Let us next try to type some tricky programs, which involve more complex and indirect type constraints.

`tricky-1.lambda`:

``````lambda f . lambda x . lambda y . (
(f x y) + x + (let x = y in x)
)
``````

`tricky-2.lambda`:

``````lambda x .
let f = lambda y . if true then y else x
in (lambda x . f 0)
``````

`tricky-3.lambda`:

``````lambda x . let f = lambda y . if true then x 7 else x y
in f
``````

`tricky-4.lambda`:

``````lambda x . let f = lambda x . x
in let d = (f x) + 1
in x
``````

`tricky-5.lambda`:

``````lambda x . let f = lambda y . x y
in let z = x 0 in f
``````

It is now time to see the limitations of this naive type inferencer. Consider the program

``````let id = lambda x . x
in if (id true) then (id 1) else (id 2)
``````

Our type inferencer fails graciously with a clash in the `<mgu/>` cell between `int` and `bool`. Indeed, the desugaring macro of `let` turns it into a `lambda` and an application, which further enforce `id` to have a type of the form `t -> t` for some fresh type `t`. The first use of `id` in the condition of `if` will then constrain `t` to be `bool`, while the other uses in the two branches will enforce `t` to be `int`. Thus the clash in the `<mgu/>` cell.

Similarly, the program

``````let id = lambda x . x
in id id
``````

yields a different kind of conflict: if `id` has type `t -> t`, in order to apply `id` to itself it must be the case that its argument, `t`, equals `t -> t`. These two type terms cannot be unified because there is a circular dependence on `t`, so we get a cycle in the `<mgu/>` cell.
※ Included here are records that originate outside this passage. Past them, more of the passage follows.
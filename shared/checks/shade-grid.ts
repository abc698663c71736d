import type { Oklch } from '#shared/color/oklch.ts'
import { turned } from '#shared/color/to-oklch.ts'

/** How fine a card is, from the whole range to a sixteenth of its step. */
export const SHADE_ZOOMS = ['wide', 'close', 'fine'] as const
/** One of the zooms. */
export type ShadeZoom = (typeof SHADE_ZOOMS)[number]

/** Steps between chips in OKLCH lightness and chroma. */
export const SHADE_STEPS: {
  readonly [zoom in ShadeZoom]: { readonly lightness: number; readonly chroma: number }
} = {
  wide: { lightness: 0.02, chroma: 0.016 },
  close: { lightness: 0.005, chroma: 0.004 },
  fine: { lightness: 0.00125, chroma: 0.001 },
}

/** Degrees between neighbouring hues of the band, unless asked for otherwise. */
const HUE_STEP_DEGREES = 5

/** How a card is cut. */
export interface ShadeGridCut {
  /** In the middle column; its hue, or 0 where that is missing, is the card's. */
  readonly center: Oklch
  readonly zoom: ShadeZoom
  /** Odd, so that one column is the middle; default 21. */
  readonly columns?: number
  /** Default 13. */
  readonly rows?: number
  /** Default 5. */
  readonly hueStepDegrees?: number
}

/** The colours of a card. */
export interface ShadeGrid {
  /** By column. Out of 0 to 1 there is no chip. */
  readonly lightness: readonly number[]
  /** By row, from the least. */
  readonly chroma: readonly number[]
  readonly hueDegrees: number
  /** By row and column; `undefined` where there is no such colour. */
  readonly colors: readonly (readonly (Oklch | undefined)[])[]
  readonly center: { readonly row: number; readonly column: number }
  /** Neighbouring hues by column, at the centre's lightness and chroma. */
  readonly hues: readonly Oklch[]
}

/** Rows above the centre: on the wide card so many that grey is in reach, on a finer one half of them. */
function rowsAbove(chroma: number, step: number, cut: { zoom: ShadeZoom; rows: number }): number {
  const most = cut.zoom === 'wide' ? cut.rows - 2 : Math.floor(cut.rows / 2)
  return Math.max(0, Math.min(most, Math.floor(chroma / step + 1e-9)))
}

/**
 * Cuts a card around a colour: lightness across, chroma down, at its hue; alpha as it is. The centre's chip is the
 * very colour given, missing components and all.
 */
export function shadeGrid(cut: ShadeGridCut): ShadeGrid {
  const { center, zoom, columns = 21, rows = 13, hueStepDegrees = HUE_STEP_DEGREES } = cut
  const step = SHADE_STEPS[zoom]
  const l = center.l ?? 0
  const c = center.c ?? 0
  const hueDegrees = center.h ?? 0
  const column = Math.floor(columns / 2)
  const row = rowsAbove(c, step.chroma, { zoom, rows })
  const along = (length: number, middle: number, value: number, width: number) =>
    Array.from({ length }, (_, at) => value + (at - middle) * width)
  const lightness = along(columns, column, l, step.lightness)
  const chroma = along(rows, row, c, step.chroma).map((value) => Math.max(0, value))
  const { alpha } = center
  return {
    lightness,
    chroma,
    hueDegrees,
    colors: chroma.map((chipChroma, atRow) =>
      lightness.map((chipLightness, atColumn) => {
        if (atRow === row && atColumn === column) return center
        if (chipLightness < 0 || chipLightness > 1) return undefined
        return { l: chipLightness, c: chipChroma, h: hueDegrees, alpha }
      }),
    ),
    center: { row, column },
    hues: along(columns, column, hueDegrees, hueStepDegrees).map((hue, at) =>
      at === column ? center : { l, c, h: turned(hue), alpha },
    ),
  }
}
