/** Sets of samples as words of 32 bits, so that a thousand samples are compared in thirty steps. */
function toBits(column: Uint8Array): Uint32Array {
  const bits = new Uint32Array(Math.ceil(column.length / 32))
  for (const [at, entry] of column.entries()) {
    if (entry !== 0) bits[at >>> 5]! |= 1 << (at & 31)
  }
  return bits
}

function areDisjoint(first: Uint32Array, second: Uint32Array): boolean {
  for (let word = 0; word < first.length; word++) {
    if ((first[word]! & second[word]!) !== 0) return false
  }
  return true
}

function meetOf(first: Uint32Array, second: Uint32Array): Uint32Array {
  return first.map((word, at) => word & second[at]!)
}

/** One column of each kind, by its position. */
function distinctColumns(columns: readonly Uint32Array[]): number[] {
  const seen = new Set<string>()
  return [...columns.keys()].filter((at) => {
    const key = columns[at]!.join()
    const isNew = !seen.has(key)
    seen.add(key)
    return isNew
  })
}

function smallFamily(
  columns: readonly Uint32Array[],
  kinds: readonly number[],
): number[] | undefined {
  const empty = kinds.find((at) => columns[at]!.every((word) => word === 0))
  if (empty !== undefined) return [empty]
  for (const [place, first] of kinds.entries()) {
    for (const second of kinds.slice(place + 1)) {
      if (areDisjoint(columns[first]!, columns[second]!)) return [first, second]
    }
  }
  for (const [place, first] of kinds.entries()) {
    for (const [further, second] of kinds.slice(place + 1).entries()) {
      const meet = meetOf(columns[first]!, columns[second]!)
      const third = kinds.slice(place + further + 2).find((at) => areDisjoint(meet, columns[at]!))
      if (third !== undefined) return [first, second, third]
    }
  }
  return undefined
}

function meetOfAll(columns: readonly Uint32Array[], family: readonly number[]): Uint32Array {
  return family.map((at) => columns[at]!).reduce(meetOf)
}

/**
 * The smallest family of columns in which no sample is met by all: exactly so up to three columns, beyond that one
 * from which none can be left out.
 * @param columns by column and sample, 0 where it is not met; equally many samples each
 * @returns positions of columns, the first such family; undefined where a sample is met by all
 */
export function smallestDisjoint(columns: readonly Uint8Array[]): number[] | undefined {
  if (columns.length === 0) return undefined
  const bits = columns.map(toBits)
  const kinds = distinctColumns(bits)
  if (meetOfAll(bits, kinds).some((word) => word !== 0)) return undefined
  const small = smallFamily(bits, kinds)
  if (small !== undefined) return small
  let family = kinds
  for (const at of kinds) {
    const without = family.filter((other) => other !== at)
    if (meetOfAll(bits, without).every((word) => word === 0)) family = without
  }
  return family
}
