import type { ImportChangeWire } from '#shared/contracts/import-outcome.ts'

export const SHOW_CHOICES = [
  { value: 'all', text: 'every change' },
  { value: 'token', text: 'tokens' },
  { value: 'pair', text: 'pairs' },
  { value: 'theme', text: 'themes' },
  { value: 'distinct-set', text: 'distinct sets' },
  { value: 'rules', text: 'rules' },
  { value: 'settings', text: 'settings' },
  { value: 'other', text: 'what is no colour' },
] as const

export const DID_CHOICES = [
  { value: 'all', text: 'added, changed or removed' },
  { value: 'added', text: 'added' },
  { value: 'edited', text: 'changed' },
  { value: 'removed', text: 'removed' },
] as const

/** Which of the changes are listed; the address says it. */
export interface ChangeFilter {
  readonly show: (typeof SHOW_CHOICES)[number]['value']
  readonly did: (typeof DID_CHOICES)[number]['value']
}

export function readChangeFilter(search: URLSearchParams): ChangeFilter {
  const show = SHOW_CHOICES.find(({ value }) => value === search.get('show'))
  const did = DID_CHOICES.find(({ value }) => value === search.get('did'))
  return { show: show?.value ?? 'all', did: did?.value ?? 'all' }
}

export const chosenChanges = (
  changes: readonly ImportChangeWire[],
  { show, did }: ChangeFilter,
): ImportChangeWire[] =>
  changes.filter(
    ({ item, operation }) =>
      (show === 'all' || item === show) && (did === 'all' || operation === did),
  )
Both limitations above will be solved when we change the semantics of `let` later on, to account for the desired polymorphism.

Before we conclude this lesson, let us see one more interesting example, where the lack of let-polymorphism leads not to a type error, but to a less generic type:

``````let f1 = lambda x . x in
let f2 = f1 in
let f3 = f2 in
let f4 = f3 in
let f5 = f4 in
if (f5 true) then f2 else f3
``````

Our current type inferencer will infer the type `bool -> bool` for the program above. Nevertheless, since all functions `f1`, `f2`, `f3`, `f4`, `f5` are the identity function, which is polymorphic, we would expect the entire program to type to the same polymorphic identity function type.

This limitation will be also addressed when we define our let-polymorphic type inferencer.

Before that, in the next lesson we will show how easily we can turn the naive substitution-based type inferencer discussed in this lesson into a similarly naive, but environment-based type inferencer.